What is required:
Word for word, repeat every record.

Data excerpts:
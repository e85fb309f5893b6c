/**
 * The lead sentence of a species section, written from the slope and its
 * limits so that it never says more than the interval supports: a decline or
 * an increase only when the whole 95% interval lies on that side of no change.
 */
import type { ChangeInterval } from '../trend/interval';
import { percentSize, signedPercent } from './number-format';

export interface SummaryParts {
  /** What was counted ("common toad"). */
  readonly subject: string;
  /** The per-season change exp(b) - 1 with its 95% limits. */
  readonly slope: ChangeInterval;
  readonly first: number | string;
  readonly last: number | string;
  /** Seasons between first and last (last - first for numeric seasons). */
  readonly span: number;
}

/** The change over the span implied by a constant per-season change, with limits (the map is monotone). */
export function changeOverSpan(slope: ChangeInterval, span: number): ChangeInterval {
  const over = (r: number) => Math.pow(1 + r, span) - 1;
  return { perYear: over(slope.perYear), lower: over(slope.lower), upper: over(slope.upper) };
}

export function summarySentence(p: SummaryParts): string {
  const period = `${p.first}–${p.last}`;
  const c = changeOverSpan(p.slope, p.span);
  const rate = `${signedPercent(p.slope.perYear)} a season, limits ${signedPercent(p.slope.lower)} to ${signedPercent(p.slope.upper)}`;
  if (![c.perYear, c.lower, c.upper].every(Number.isFinite)) {
    return `The trend in counts of ${p.subject} over ${period} has no finite estimate; see the cautions below.`;
  }
  if (c.upper < 0) {
    return `Counts of ${p.subject} declined by ${percentSize(c.perYear)} (95% limits ${percentSize(c.upper)} to ${percentSize(c.lower)}) over ${period}, on the fitted log-linear trend (${rate}).`;
  }
  if (c.lower > 0) {
    return `Counts of ${p.subject} increased by ${percentSize(c.perYear)} (95% limits ${percentSize(c.lower)} to ${percentSize(c.upper)}) over ${period}, on the fitted log-linear trend (${rate}).`;
  }
  return `Over ${period} the fitted trend in counts of ${p.subject} lies between a ${percentSize(c.lower)} decline and a ${percentSize(c.upper)} increase (95% limits; ${rate}): the data cannot tell decline from increase.`;
}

Exercise result:
repository e85fb309f5893b6c
/**
 * The lead sentence of a species section, written from the slope and its
 * limits so that it never says more than the interval supports: a decline or
 * an increase only when the whole 95% interval lies on that side of no change.
 */
import type { ChangeInterval } from '../trend/interval';
import { percentSize, signedPercent } from './number-format';

export interface SummaryParts {
  /** What was counted ("common toad"). */
  readonly subject: string;
  /** The per-season change exp(b) - 1 with its 95% limits. */
  readonly slope: ChangeInterval;
  readonly first: number | string;
  readonly last: number | string;
  /** Seasons between first and last (last - first for numeric seasons). */
  readonly span: number;
}

/** The change over the span implied by a constant per-season change, with limits (the map is monotone). */
export function changeOverSpan(slope: ChangeInterval, span: number): ChangeInterval {
  const over = (r: number) => Math.pow(1 + r, span) - 1;
  return { perYear: over(slope.perYear), lower: over(slope.lower), upper: over(slope.upper) };
}

export function summarySentence(p: SummaryParts): string {
  const period = `${p.first}–${p.last}`;
  const c = changeOverSpan(p.slope, p.span);
  const rate = `${signedPercent(p.slope.perYear)} a season, limits ${signedPercent(p.slope.lower)} to ${signedPercent(p.slope.upper)}`;
  if (![c.perYear, c.lower, c.upper].every(Number.isFinite)) {
    return `The trend in counts of ${p.subject} over ${period} has no finite estimate; see the cautions below.`;
  }
  if (c.upper < 0) {
    return `Counts of ${p.subject} declined by ${percentSize(c.perYear)} (95% limits ${percentSize(c.upper)} to ${percentSize(c.lower)}) over ${period}, on the fitted log-linear trend (${rate}).`;
  }
  if (c.lower > 0) {
    return `Counts of ${p.subject} increased by ${percentSize(c.perYear)} (95% limits ${percentSize(c.lower)} to ${percentSize(c.upper)}) over ${period}, on the fitted log-linear trend (${rate}).`;
  }
  return `Over ${period} the fitted trend in counts of ${p.subject} lies between a ${percentSize(c.lower)} decline and a ${percentSize(c.upper)} increase (95% limits; ${rate}): the data cannot tell decline from increase.`;
}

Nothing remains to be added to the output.